Thursday,20 September, 2018
Current issue | Issue 1232, (5 - 11 February 2015)
Thursday,20 September, 2018
Issue 1232, (5 - 11 February 2015)

Ahram Weekly

Religion revisited

The 46th Cairo International Book Fair aims to renew religious discourse in Egypt, writes Nevine El-Aref

Religion revisited
Religion revisited
Al-Ahram Weekly

With the seminal reformist religious scholar Sheikh Mohamed Abdou (1849-1905) as the figure of the year, last week the 46th Cairo International Book Fair (CIBF, 28 January-12 February) opened under the slogan “Culture and Renewal”. The ceremony took place in the presence of, among others, Prime Minister Ibrahim Mahlab, Minister of Culture Gaber Asfour and General Egyptian Book Organisation Head Ahmed Megahed. The daily turnout has been high, with long lines at the security gates testifying to the continuing popularity of reading despite claims of decline.

For Megahed the fair is an opportunity to deliver a message of renewal with regard to cultural and political as well as religious discourse, something it endeavours to do through the presence of numerous intellectuals whose views on the last four years should contribute to raising awareness in every domain. That is why the majority of the seminars — with topics like women in Islam, social and political development through Islamic history and the failure of religion-driven politics — focus on reform. Efforts have also been made to ensure that the books on offer reflect these subjects.

Books by the Qatar-based, Muslim Brotherhood-affiliated cleric Youssef Al-Qaradawi and the early radical Islamist author Sayed Qutb, who was executed in 1966 after being implicated in an attempt on Gamal Abdel-Nasser’s life, were removed from the pavilion of Dar Al-Shorouk, their publisher. This was done by and on the initiative of Dar Al-Shorouk alone, in response to repeated complaints by the public. According to Magahed, the Egyptian constitution prevents the Ministry of Culture from banning books or works of art without a court ruling authorising the move.

“Banning a book is a free promotional campaign that will attract sympathisers and boost sales,” Megahed said. A more sensible response to complaints about a book would be to hold a seminar and perhaps publish a book to counter it, he explained. “This is GEBO’s approach — and it is the only solution in ‘the age of open skies’.”

After a long wait in line, stepping into the fair grounds reminded me of the time when I was 15 and attending the book fair for the first time. This is not simply a space for marketing books but also a pleasant outing. Walking from one pavilion to another, people stroll along with bags full of books in their hands or rush past to reach one of the seminars in time for a good seat. Others are sitting on benches enjoying the sun, sipping Pepsi and munching on beef shawermas. Little boys play football on the grass, ice cream stalls lure customers with bottles of ice-cold water and there is an unmistakable weekend spirit to the place.

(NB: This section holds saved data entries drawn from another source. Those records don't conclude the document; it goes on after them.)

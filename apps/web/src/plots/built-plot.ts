import type { Plot } from '@nightcone/drawing';

/** What the cross-hair is on: a value with its error, words that name it, and numbers that go with it. */
export interface Readout {
  /** '226.406(4) meV' */
  value: string;
  /** 'valley K, level n = 2' */
  description: string;
  rows: { symbol?: string; label: string; value: string }[];
  /** Height of the cross-hair in px from the top of the plot, for the margin beside it. */
  top: number;
  /** Job behind the place, on plots over a sweep. */
  point?: number;
}

/** Places that the cross-hair jumps to, in data units. */
export interface Targets {
  x: ArrayLike<number>;
  y: ArrayLike<number>;
  describe(index: number): Omit<Readout, 'top'>;
}

/** Values behind a plot, row by row. */
export interface ValueTable {
  columns: { label: string; unit: string }[];
  rows: number;
  cell(row: number, column: number): number | string;
}

export interface BuiltPlot {
  plot: Plot;
  targets: Targets;
  table: ValueTable;
}

/** Smallest and largest of all finite numbers, widened a little; `fallback` where there are none. */
export function rangeOf(lists: readonly ArrayLike<number>[], fallback: [number, number], pad = 0.04): [number, number] {
  let low = Number.POSITIVE_INFINITY;
  let high = Number.NEGATIVE_INFINITY;
  for (const list of lists)
    for (let i = 0; i < list.length; i++) {
      const value = list[i] as number;
      if (Number.isFinite(value)) {
        if (value < low) low = value;
        if (value > high) high = value;
      }
    }
  if (!(high >= low)) return fallback;
  if (high === low) return [low - (Math.abs(low) * 0.1 || 1), high + (Math.abs(high) * 0.1 || 1)];
  return [low - (high - low) * pad, high + (high - low) * pad];
}

/** The whole of an axis as a domain; one point gets some room. */
export function domainOf(values: readonly number[]): [number, number] {
  return rangeOf([values], [0, 1], 0);
}
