import { formatNumber } from '@nightcone/drawing';
import { useState } from 'react';
import { Button } from '../components/button.tsx';
import type { ValueTable as Values } from './built-plot.ts';

const pageSize = 100;

/** The numbers behind a plot, a hundred rows at a time. */
export function ValueTable({ table, caption }: { table: Values; caption: string }) {
  const [page, setPage] = useState(0);
  const pages = Math.max(1, Math.ceil(table.rows / pageSize));
  const at = Math.min(page, pages - 1);
  const from = at * pageSize;
  const rows = Array.from({ length: Math.min(pageSize, table.rows - from) }, (_, i) => from + i);
  return (
    <div>
      {/* biome-ignore lint/a11y/noNoninteractiveTabindex: a scrolling region must be reachable by keys */}
      <section className="max-h-[55vh] overflow-auto" aria-label="Table of values" tabIndex={0}>
        <table className="w-full text-small">
          <caption className="sr-only">{caption}</caption>
          <thead>
            <tr className="border-rule border-b text-left">
              {table.columns.map((column) => (
                <th key={column.label} scope="col" className="sticky top-0 bg-ground py-1 pr-6 font-semibold">
                  {column.label}
                  {column.unit ? <span className="font-normal text-ink2"> ({column.unit})</span> : null}
                </th>
              ))}
            </tr>
          </thead>
          <tbody className="num">
            {rows.map((row) => (
              <tr key={row} className="border-hair border-b">
                {table.columns.map((column, index) => {
                  const value = table.cell(row, index);
                  return (
                    <td key={column.label} className="py-0.5 pr-6">
                      {typeof value === 'number' ? formatNumber(value, 9) : value}
                    </td>
                  );
                })}
              </tr>
            ))}
          </tbody>
        </table>
      </section>
      {pages > 1 ? (
        <p className="mt-3 flex items-center gap-4 text-small">
          <Button onClick={() => setPage(at - 1)} disabled={at === 0}>
            Before
          </Button>
          <span>
            Rows {from + 1} to {from + rows.length} of {table.rows}
          </span>
          <Button onClick={() => setPage(at + 1)} disabled={at === pages - 1}>
            After
          </Button>
        </p>
      ) : null}
    </div>
  );
}
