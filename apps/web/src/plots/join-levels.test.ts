import { expect, test } from 'vitest';
import { joinLevels } from './join-levels.ts';

/** Two straight bands E = ±v k that cross between two points of the axis. */
function crossing(axis: number[]) {
  const energies: number[] = [];
  const slopes: number[] = [];
  for (const k of axis) {
    const pair = [
      [0.5 * k, 0.5],
      [-0.5 * k, -0.5],
    ].sort((a, b) => (a[0] as number) - (b[0] as number));
    for (const [energy, slope] of pair) {
      energies.push(energy as number);
      slopes.push(slope as number);
    }
  }
  return { axis, energies, slopes, bounds: (row: number) => [2 * row, 2 * row + 2] as const };
}

test('crossing bands are followed through the crossing, not along their order', () => {
  const rows = crossing([-0.25, -0.15, -0.05, 0.05, 0.15, 0.25]);
  const lines = joinLevels(rows);
  expect(lines).toHaveLength(2);
  for (const line of lines) {
    expect(line).toHaveLength(6);
    const slopes = new Set(line.map(({ at }) => rows.slopes[at]));
    expect(slopes.size).toBe(1);
  }
});

test('a degenerate pair gives two whole lines', () => {
  const axis = [0, 0.1, 0.2];
  const energies = axis.flatMap(() => [0.1, 0.1]);
  const lines = joinLevels({ axis, energies, slopes: energies.map(() => 0), bounds: (r) => [2 * r, 2 * r + 2] });
  expect(lines.map((line) => line.length)).toEqual([3, 3]);
});

test('levels that no slope explains stay alone', () => {
  const lines = joinLevels({ axis: [0, 1], energies: [0, 5], slopes: [0, 0], bounds: (row) => [row, row + 1] });
  expect(lines.map((line) => line.length)).toEqual([1, 1]);
});

test('levels that leave the window end their line', () => {
  const axis = [0, 0.1, 0.2];
  const bounds = [
    [0, 2],
    [2, 3],
    [3, 4],
  ] as const;
  const lines = joinLevels({
    axis,
    energies: [0, 0.1, 0.05, 0.1],
    slopes: [0.5, 0.5, 0.5, 0.5],
    bounds: (row) => bounds[row] as readonly [number, number],
  });
  expect(lines.map((line) => line.length).sort()).toEqual([1, 3]);
});
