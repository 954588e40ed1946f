/** One level at one place of the axis: row (index on the axis) and place in the flat lists. */
export interface LevelRef {
  row: number;
  at: number;
}

export interface LevelRows {
  /** Axis value of every row, increasing. */
  axis: ArrayLike<number>;
  energies: ArrayLike<number>;
  /** dE/dk of every level. */
  slopes: ArrayLike<number>;
  /** First and one-past-last place of a row; energies ascend inside a row. */
  bounds(row: number): readonly [number, number];
}

/**
 * Joins levels of neighbouring rows into lines by their slopes, never by their order: a crossing must not be drawn as
 * an anticrossing. The trapezoid E_a + (v_a + v_b)Δk/2 predicts the partner, and a bend costs a quarter of its height
 * (at a symmetric crossing the trapezoid alone cannot tell). Two levels belong together when each is the other's best
 * and no visibly different one predicts nearly as well. What is left stays alone and is drawn as dots.
 */
export function joinLevels(rows: LevelRows): LevelRef[][] {
  const { axis, energies, slopes } = rows;
  const lines: LevelRef[][] = [];
  let open = new Map<number, LevelRef[]>();
  for (let row = 0; row < axis.length; row++) {
    const [from, to] = rows.bounds(row);
    const next = new Map<number, LevelRef[]>();
    const partner = row > 0 ? partners(rows, row - 1, row) : new Map<number, number>();
    const back = new Map<number, number>();
    for (const [a, b] of partner) back.set(b, a);
    for (let at = from; at < to; at++) {
      if (Number.isNaN(energies[at]) || Number.isNaN(slopes[at])) continue;
      const before = back.get(at);
      const line = (before === undefined ? undefined : open.get(before)) ?? [];
      if (line.length === 0) lines.push(line);
      line.push({ row, at });
      next.set(at, line);
    }
    open = next;
  }
  return lines;
}

function partners(rows: LevelRows, rowA: number, rowB: number): Map<number, number> {
  const step = (rows.axis[rowB] as number) - (rows.axis[rowA] as number);
  const forward = bestOf(rows, rows.bounds(rowA), rows.bounds(rowB), step);
  const backward = bestOf(rows, rows.bounds(rowB), rows.bounds(rowA), -step);
  const joined = new Map<number, number>();
  for (const [a, b] of forward) if (backward.get(b) === a) joined.set(a, b);
  return joined;
}

/** For every level of one row its best partner in the other; levels in doubt have none. */
function bestOf(
  { energies, slopes }: LevelRows,
  [fromA, toA]: readonly [number, number],
  [fromB, toB]: readonly [number, number],
  step: number,
): Map<number, number> {
  const best = new Map<number, number>();
  const taken = new Set<number>();
  for (let a = fromA; a < toA; a++) {
    const ea = energies[a] as number;
    const va = slopes[a] as number;
    let first = -1;
    let miss = Number.POSITIVE_INFINITY;
    let rival = Number.POSITIVE_INFINITY;
    let rivalAt = -1;
    for (let b = nearStart(energies, fromB, toB, ea + va * step); b < toB; b++) {
      const eb = energies[b] as number;
      const vb = slopes[b] as number;
      const error = Math.abs(eb - ea - ((va + vb) / 2) * step) + Math.abs((vb - va) * step) / 4;
      // equal levels (a degenerate pair): the ones still free come first
      const tied = error < miss + 1e-9 && taken.has(first) && !taken.has(b);
      if (error < miss - 1e-9 || tied) {
        if (!tied) [rival, rivalAt] = [miss, first];
        [miss, first] = [Math.min(error, miss), b];
      } else if (error < rival) [rival, rivalAt] = [error, b];
      if (eb > ea + Math.abs(va * step) * 2 + 0.2 && b > first + 4) break;
    }
    if (first < 0) continue;
    const vFirst = slopes[first] as number;
    const trapezoid = Math.abs((energies[first] as number) - ea - ((va + vFirst) / 2) * step);
    const sameLine =
      rivalAt >= 0 &&
      Math.abs((energies[rivalAt] as number) - (energies[first] as number)) < 1e-6 &&
      Math.abs((slopes[rivalAt] as number) - (slopes[first] as number)) < 1e-4;
    const clear = sameLine || miss < 0.6 * rival;
    const sane = trapezoid <= 2e-4 + 0.35 * Math.max(Math.abs(va * step), Math.abs(vFirst * step));
    if (clear && sane) {
      best.set(a, first);
      taken.add(first);
    }
  }
  return best;
}

/** A place safely below the predicted energy in an ascending row. */
function nearStart(energies: ArrayLike<number>, from: number, to: number, energy: number): number {
  let low = from;
  let high = to;
  while (low < high) {
    const middle = (low + high) >> 1;
    if ((energies[middle] as number) < energy) low = middle + 1;
    else high = middle;
  }
  return Math.max(from, low - 8);
}
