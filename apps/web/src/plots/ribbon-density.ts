import { formatQuantity } from '@nightcone/drawing';
import { type BuiltPlot, domainOf, rangeOf } from './built-plot.ts';
import { axisOf, need, type ResultData } from './result-data.ts';

/**
 * Densities across the width of the states asked for: sublattice A solid, B dashed on the same ground, one curve for
 * every state, shifted so that each stands on its own line.
 */
export function buildRibbonDensity(data: ResultData): BuiltPlot {
  const a = need(data, 'densityA');
  const b = need(data, 'densityB');
  const across = need(data, 'positionNm').values;
  const points = a.shape.at(-1) ?? across.length;
  const states = Math.floor(a.values.length / Math.max(1, points));
  const total = (state: number, i: number) =>
    (a.values[state * points + i] as number) + (b.values[state * points + i] as number);
  const most = rangeOf(
    [Float64Array.from({ length: states * points }, (_, i) => total(Math.floor(i / points), i % points))],
    [0, 1],
    0,
  )[1];
  const xs = Array.from({ length: points }, (_, i) => across[i] as number);
  const lift = (state: number) => state * most * 0.55;
  const curve = (values: ArrayLike<number>, state: number) =>
    xs.map((_, i) => lift(state) + (values[state * points + i] as number));
  const energies = data.arrays.get('densityEnergyEv')?.values;
  const k = axisOf(data, 'kPerNm');
  const kIndex = data.arrays.get('densityKIndex')?.values;
  const unit = a.unit || '1/nm';
  return {
    plot: {
      caption: `Density across the width of ${states} states, A solid and B dashed, each lifted above the one before.`,
      x: { symbol: 'u', unit: 'nm', domain: domainOf(xs) },
      y: { symbol: '\\rho', unit, domain: [0, lift(Math.max(0, states - 1)) + most * 1.05] },
      marks: Array.from({ length: states }, (_, state) => state).flatMap((state) => [
        { kind: 'rule' as const, role: 'closed' as const, across: 'y' as const, at: lift(state) },
        { kind: 'line' as const, role: 'K' as const, x: xs, y: curve(a.values, state), width: 1.5 },
        { kind: 'line' as const, role: 'K-prime' as const, x: xs, y: curve(b.values, state), width: 1.5 },
      ]),
      key: [
        { role: 'K', label: 'sublattice A', mark: 'line' },
        { role: 'K-prime', label: 'sublattice B', mark: 'line' },
      ],
    },
    targets: {
      x: Array.from({ length: states * points }, (_, i) => xs[i % points] as number),
      y: Array.from(
        { length: states * points },
        (_, i) => lift(Math.floor(i / points)) + total(Math.floor(i / points), i % points),
      ),
      describe(i) {
        const state = Math.floor(i / points);
        return {
          value: formatQuantity(total(state, i % points), unit),
          description: `state ${state + 1}${kIndex ? ` at k = ${formatQuantity(k[kIndex[state] as number] ?? 0, '1/nm')}` : ''}`,
          rows: [
            { symbol: 'u', label: 'from the centre', value: formatQuantity(xs[i % points] as number, 'nm') },
            { label: 'on A', value: formatQuantity(a.values[i] as number, unit) },
            { label: 'on B', value: formatQuantity(b.values[i] as number, unit) },
            ...(energies
              ? [{ symbol: 'E', label: 'energy', value: formatQuantity(energies[state] as number, 'eV') }]
              : []),
          ],
        };
      },
    },
    table: {
      columns: [
        { label: 'state', unit: '' },
        { label: 'u', unit: 'nm' },
        { label: 'density on A', unit },
        { label: 'density on B', unit },
      ],
      rows: states * points,
      cell: (row, column) =>
        [Math.floor(row / points) + 1, xs[row % points], a.values[row], b.values[row]][column] as number,
    },
  };
}
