import type { ArrayInfo } from '@nightcone/contracts';
import { useQueries } from '@tanstack/react-query';
import { useMemo } from 'react';
import { api } from '../lib/api.ts';
import type { ApiProblem } from '../lib/api-problem.ts';
import { keyOf } from '../lib/query.ts';
import { type Body, type DataArray, type ResultData, toDataArray } from './result-data.ts';
import type { View } from './view.ts';
import { arraysOf } from './views.ts';

/**
 * The arrays that a view needs, each asked for once: a result never changes, so its arrays never grow stale.
 * `data` is null until all are there.
 */
export function useResultData(
  digest: string | null,
  body: Body,
  arrays: readonly ArrayInfo[],
  view: View | undefined,
): { data: ResultData | null; problem: ApiProblem | null; retry: () => void } {
  const names = digest && view ? arraysOf(view, arrays) : [];
  const infos = names.flatMap((name) => arrays.find((array) => array.name === name) ?? []);
  const queries = useQueries({
    queries: infos.map((info) => {
      const input = { params: { digest: digest ?? '', name: info.name } };
      return {
        queryKey: keyOf('getResultArray', input),
        queryFn: async ({ signal }: { signal: AbortSignal }) =>
          toDataArray(info, await api.bytes('getResultArray', input, { signal })),
        staleTime: Number.POSITIVE_INFINITY,
      };
    }),
  });
  const loaded = queries.map((query) => query.data);
  const complete = infos.length > 0 && loaded.every(Boolean);
  const key = queries.map((query) => query.dataUpdatedAt).join(' ');
  // biome-ignore lint/correctness/useExhaustiveDependencies: `key` stands for the loaded arrays, whose list is new each time
  const data = useMemo<ResultData | null>(
    () => (complete ? { body, arrays: new Map((loaded as DataArray[]).map((array) => [array.name, array])) } : null),
    [complete, key, body],
  );
  const failed = queries.find((query) => query.isError);
  return {
    data,
    problem: (failed?.error as ApiProblem | undefined) ?? null,
    retry: () => {
      for (const query of queries) if (query.isError) void query.refetch();
    },
  };
}
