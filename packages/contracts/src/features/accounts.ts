import { z } from 'zod';
import { admins, endpoint, everyone, roles, scopes } from '../endpoint.ts';
import { accountStates } from '../states.ts';
import { Id, Instant, PageQuery, pageOf, Title } from './common.ts';

export const Account = z.object({
  id: Id,
  login: z.string(),
  name: z.string(),
  email: z.string().nullable(),
  role: z.enum(roles),
  state: z.enum(accountStates),
  timeZone: z.string(),
  createdAt: Instant,
});
export type Account = z.infer<typeof Account>;

/** What every page needs to know; the group's settings are here so that no page asks twice. */
export const Session = z.object({
  account: Account.nullable(),
  group: z.object({ name: z.string(), timeZone: z.string(), nightFrom: z.string(), nightTo: z.string() }),
  kernel: z.object({ digest: z.string(), version: z.string() }).nullable(),
});
export type Session = z.infer<typeof Session>;

export const Token = z.object({
  id: Id,
  name: z.string(),
  scopes: z.array(z.enum(scopes)),
  createdAt: Instant,
  expiresAt: Instant.nullable(),
  lastUsedAt: Instant.nullable(),
});
export type Token = z.infer<typeof Token>;

export const OpenSession = z.object({
  id: z.string(),
  current: z.boolean(),
  createdAt: Instant,
  seenAt: Instant,
  agent: z.string(),
});

export const accountsEndpoints = {
  getSession: endpoint({
    id: 'getSession',
    method: 'get',
    path: '/session',
    summary: 'Who is signed in, and the group',
    access: 'anyone',
    scope: 'read',
    response: Session,
  }),
  endSession: endpoint({
    id: 'endSession',
    method: 'delete',
    path: '/session',
    summary: 'Sign out here',
    access: 'signed-in',
    scope: 'manage',
    status: 204,
  }),
  endAllSessions: endpoint({
    id: 'endAllSessions',
    method: 'delete',
    path: '/sessions',
    summary: 'Sign out everywhere',
    access: 'signed-in',
    scope: 'manage',
    status: 204,
  }),
  listSessions: endpoint({
    id: 'listSessions',
    method: 'get',
    path: '/sessions',
    summary: 'Where this account is signed in',
    access: 'signed-in',
    scope: 'manage',
    response: z.object({ rows: z.array(OpenSession) }),
  }),
  updateProfile: endpoint({
    id: 'updateProfile',
    method: 'patch',
    path: '/account',
    summary: 'Change one’s own profile',
    access: everyone,
    scope: 'manage',
    body: z.strictObject({ name: Title.optional(), timeZone: z.string().max(60).optional() }),
    response: Account,
  }),
  listTokens: endpoint({
    id: 'listTokens',
    method: 'get',
    path: '/tokens',
    summary: 'Personal access tokens',
    access: everyone,
    scope: 'manage',
    response: z.object({ rows: z.array(Token) }),
  }),
  createToken: endpoint({
    id: 'createToken',
    method: 'post',
    path: '/tokens',
    summary: 'Create a personal access token; its text is shown once',
    access: everyone,
    scope: 'manage',
    status: 201,
    body: z.strictObject({
      name: Title,
      scopes: z.array(z.enum(scopes)).min(1),
      expiresInDays: z.int().min(1).max(366).nullable().default(90),
    }),
    response: Token.extend({ text: z.string() }),
  }),
  revokeToken: endpoint({
    id: 'revokeToken',
    method: 'delete',
    path: '/tokens/:id',
    summary: 'Revoke a token',
    access: everyone,
    scope: 'manage',
    params: z.object({ id: Id }),
    status: 204,
  }),
  listAccounts: endpoint({
    id: 'listAccounts',
    method: 'get',
    path: '/accounts',
    summary: 'People',
    access: admins,
    scope: 'manage',
    query: PageQuery.extend({ state: z.enum(accountStates).optional() }),
    response: pageOf(Account),
  }),
  changeAccount: endpoint({
    id: 'changeAccount',
    method: 'patch',
    path: '/accounts/:id',
    summary: 'Admit, deactivate, or change the role of a person',
    access: admins,
    scope: 'manage',
    params: z.object({ id: Id }),
    body: z.strictObject({ state: z.enum(['active', 'deactivated']).optional(), role: z.enum(roles).optional() }),
    response: Account,
  }),
} as const;
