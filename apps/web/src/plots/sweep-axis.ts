import type { Sweep } from '@nightcone/contracts';
import { type Field, findModel, type Json, pointerTokens, typeAt } from '@nightcone/models';
import type { Body } from './result-data.ts';

/** One swept axis in numbers: what it varies, and where each of its values stands on a drawing. */
export interface DrawnAxis {
  label: string;
  symbol: string;
  unit: string;
  places: number[];
  /** Value as it reads in words. */
  texts: string[];
  /** Values are not numbers: places are their order. */
  ordered: boolean;
}

/** The field that a pointer of a sweep stands for, following the kinds of the base specification and of the values. */
export function fieldOfPointer(modelId: string, body: Body, pointer: string): Field | undefined {
  const model = findModel(modelId);
  if (!model) return undefined;
  const tokens = pointerTokens(pointer);
  const found = typeAt(model.parameters, body.parameters, tokens) ?? typeAt(model.numerics, body.numerics, tokens);
  return found as Field | undefined;
}

const textOf = (value: Json): string =>
  typeof value === 'object' && value !== null && !Array.isArray(value) && typeof value.kind === 'string'
    ? value.kind
    : typeof value === 'string'
      ? value
      : JSON.stringify(value);

/** The first pointer of the axis speaks for all that vary with it. */
export function drawnAxis(sweep: Pick<Sweep, 'model' | 'specification'>, axis: Sweep['axes'][number]): DrawnAxis {
  const pointer = axis.pointers[0] ?? '';
  const field = fieldOfPointer(sweep.model, sweep.specification as unknown as Body, pointer);
  const values = axis.values.map((each) => (each[0] ?? null) as Json);
  const ordered = !values.every((value) => typeof value === 'number');
  const name = pointer.split('/').at(-1) ?? pointer;
  return {
    label: field?.display?.title ?? name,
    symbol: field?.display?.symbol ?? `\\text{${name}}`,
    unit: !ordered && field && 'unit' in field ? field.unit : '',
    places: values.map((value, i) => (ordered ? i + 1 : (value as number))),
    texts: values.map(textOf),
    ordered,
  };
}

/** Place of a point on every axis: row-major, the last axis runs fastest. */
export function axisIndices(index: number, lengths: readonly number[]): number[] {
  const indices: number[] = [];
  let rest = index;
  for (const length of lengths.toReversed()) {
    indices.unshift(rest % length);
    rest = Math.floor(rest / length);
  }
  return indices;
}
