import { formatQuantity } from '@nightcone/drawing';
import { type BuiltPlot, domainOf, rangeOf } from './built-plot.ts';
import { buildGridMap } from './grid-map.ts';
import { axisOf, isValid, need, type ResultData } from './result-data.ts';

interface OverEnergy {
  array: string;
  label: string;
  symbol: string;
  words: string;
  signed?: boolean;
}

export const buildLandauDensity = (data: ResultData) =>
  buildOverEnergy(data, {
    array: 'density',
    label: 'density of states',
    symbol: '\\rho',
    words: 'Density of states of the listed levels, all spins and valleys of the question counted',
  });

export const buildHallPlateaus = (data: ResultData) =>
  buildOverEnergy(data, {
    array: 'hallPlateaus',
    label: 'Hall conductivity',
    symbol: '\\sigma_{xy}',
    words: 'Hall plateaus of sharp levels at zero temperature with the Fermi energy at E',
    signed: true,
  });

/** An array over field and energy as a map; one field or one energy alone as a line. Absent entries stay empty. */
function buildOverEnergy(
  data: ResultData,
  { array, label: quantity, symbol: letter, words, signed }: OverEnergy,
): BuiltPlot {
  const fields = axisOf(data, 'fieldT');
  const energies = axisOf(data, 'energyEv');
  const found = need(data, array);
  const unit = found.unit;
  const values = Array.from(found.values, (value, i) => (isValid(data, array, i) ? Number(value) : Number.NaN));
  if (fields.length > 1 && energies.length > 1)
    return buildGridMap({
      caption: `${words}.`,
      x: { symbol: 'B', label: 'magnetic field', unit: 'T', values: fields },
      y: { symbol: 'E', label: 'energy', unit: 'eV', values: energies },
      z: { symbol: letter, label: quantity, unit },
      values,
      ...(signed ? { signed } : {}),
    });
  const along = fields.length > 1 ? fields : energies;
  const [symbol, axisUnit, label] = fields.length > 1 ? ['B', 'T', 'magnetic field'] : ['E', 'eV', 'energy'];
  const y = values;
  return {
    plot: {
      caption: `${words}.`,
      x: { symbol: symbol as string, unit: axisUnit as string, domain: domainOf(along) },
      y: { symbol: letter, unit, domain: rangeOf([y, [0]], [0, 1]) },
      marks: [{ kind: 'line', role: 'ink', x: along, y }],
    },
    targets: {
      x: along,
      y,
      describe: (i) => ({
        value: formatQuantity(y[i] as number, unit),
        description: quantity,
        rows: [
          {
            symbol: symbol as string,
            label: label as string,
            value: formatQuantity(along[i] as number, axisUnit as string),
          },
        ],
      }),
    },
    table: {
      columns: [
        { label: label as string, unit: axisUnit as string },
        { label: quantity, unit },
      ],
      rows: along.length,
      cell: (row, column) => (column === 0 ? along[row] : y[row]) as number,
    },
  };
}

/** Fermi energy over field and carrier density, where it exists; one field or one density alone as a line. */
export function buildFermiEnergy(data: ResultData): BuiltPlot {
  const fields = axisOf(data, 'fieldT');
  const carriers = axisOf(data, 'carrierPerNm2');
  const array = need(data, 'fermiEnergy');
  const values = Array.from(array.values, (value, i) => (isValid(data, 'fermiEnergy', i) ? Number(value) : Number.NaN));
  if (fields.length > 1 && carriers.length > 1)
    return buildGridMap({
      caption: 'Fermi energy over field and carrier density.',
      x: { symbol: 'B', label: 'magnetic field', unit: 'T', values: fields },
      y: { symbol: 'n_e', label: 'carrier density', unit: '1/nm²', values: carriers },
      z: { symbol: 'E_F', label: 'Fermi energy', unit: 'eV' },
      values,
      signed: true,
    });
  const overField = fields.length > 1;
  const along = overField ? fields : carriers;
  const unit = overField ? 'T' : '1/nm²';
  const label = overField ? 'magnetic field' : 'carrier density';
  return {
    plot: {
      caption: `Fermi energy against ${label}.`,
      x: { symbol: overField ? 'B' : 'n_e', unit, domain: domainOf(along) },
      y: { symbol: 'E_F', unit: 'eV', domain: rangeOf([values], [-0.1, 0.1]) },
      marks: [{ kind: 'line', role: 'ink', x: along, y: values }],
    },
    targets: {
      x: along,
      y: values,
      describe: (i) => ({
        value: formatQuantity(values[i] as number, 'eV'),
        description: 'Fermi energy',
        rows: [{ symbol: overField ? 'B' : 'n_e', label, value: formatQuantity(along[i] as number, unit) }],
      }),
    },
    table: {
      columns: [
        { label, unit },
        { label: 'Fermi energy', unit: 'eV' },
      ],
      rows: along.length,
      cell: (row, column) => (column === 0 ? along[row] : values[row]) as number,
    },
  };
}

This year, I was not lost as usual in the vast 80,000-sq m fair ground thanks to the Am Amin app, an android guide including detailed maps as well as lists of publishers and book titles. It made finding my way around the fair real fun. “We called the app Am Amin because every bookshop has its own janitor, usually Am Something or other,” app designer Ahmed Al-Sawaf explains, “who is responsible for sorting books and helping readers. This app performs this role for the whole fair.”

Walking through the display halls, I was impressed with the variety and sheer number of Arabic books available. Saudi Arabia, the fair’s guest of honour this year, has the largest pavilion ever, in the main display hall as well as outside it. To mourn King Abdullah, the Saudi pavilion cancelled all  artistic activities, however. Saudi Arabia was chosen, Megahed explained, because it has had the largest number of publishers for several years. But he was equally keen on countries and publishers participating for the first time since the fair was established in 1966, stressing that Egypt is regaining its role as the region’s main cultural hub.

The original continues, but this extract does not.